(Problem description)
Restate the listing exactly.

(Data supplied)
#####
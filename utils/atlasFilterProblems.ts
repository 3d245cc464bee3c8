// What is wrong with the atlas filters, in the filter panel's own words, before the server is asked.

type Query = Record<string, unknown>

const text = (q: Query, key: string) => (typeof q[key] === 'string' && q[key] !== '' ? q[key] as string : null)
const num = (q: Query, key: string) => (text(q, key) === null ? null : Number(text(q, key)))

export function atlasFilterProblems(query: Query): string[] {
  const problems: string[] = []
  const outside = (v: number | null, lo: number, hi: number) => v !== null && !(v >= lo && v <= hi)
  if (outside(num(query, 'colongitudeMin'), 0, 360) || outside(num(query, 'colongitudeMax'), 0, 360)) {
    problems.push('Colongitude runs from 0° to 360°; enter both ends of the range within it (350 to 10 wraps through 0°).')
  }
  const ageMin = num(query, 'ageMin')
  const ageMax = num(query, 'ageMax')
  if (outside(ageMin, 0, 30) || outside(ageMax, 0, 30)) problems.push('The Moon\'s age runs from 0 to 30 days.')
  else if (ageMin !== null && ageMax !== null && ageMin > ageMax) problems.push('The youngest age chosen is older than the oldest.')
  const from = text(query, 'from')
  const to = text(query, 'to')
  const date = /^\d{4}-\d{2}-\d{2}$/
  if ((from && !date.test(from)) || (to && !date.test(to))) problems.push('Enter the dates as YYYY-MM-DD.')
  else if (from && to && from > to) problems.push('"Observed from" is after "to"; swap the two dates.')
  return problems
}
#####
(Task solution)
filename utils/atlasFilterProblems.ts
repository 3d245cc464bee3c8
// What is wrong with the atlas filters, in the filter panel's own words, before the server is asked.

type Query = Record<string, unknown>

const text = (q: Query, key: string) => (typeof q[key] === 'string' && q[key] !== '' ? q[key] as string : null)
const num = (q: Query, key: string) => (text(q, key) === null ? null : Number(text(q, key)))

export function atlasFilterProblems(query: Query): string[] {
  const problems: string[] = []
  const outside = (v: number | null, lo: number, hi: number) => v !== null && !(v >= lo && v <= hi)
  if (outside(num(query, 'colongitudeMin'), 0, 360) || outside(num(query, 'colongitudeMax'), 0, 360)) {
    problems.push('Colongitude runs from 0° to 360°; enter both ends of the range within it (350 to 10 wraps through 0°).')
  }
  const ageMin = num(query, 'ageMin')
  const ageMax = num(query, 'ageMax')
  if (outside(ageMin, 0, 30) || outside(ageMax, 0, 30)) problems.push('The Moon\'s age runs from 0 to 30 days.')
  else if (ageMin !== null && ageMax !== null && ageMin > ageMax) problems.push('The youngest age chosen is older than the oldest.')
  const from = text(query, 'from')
  const to = text(query, 'to')
  const date = /^\d{4}-\d{2}-\d{2}$/
  if ((from && !date.test(from)) || (to && !date.test(to))) problems.push('Enter the dates as YYYY-MM-DD.')
  else if (from && to && from > to) problems.push('"Observed from" is after "to"; swap the two dates.')
  return problems
}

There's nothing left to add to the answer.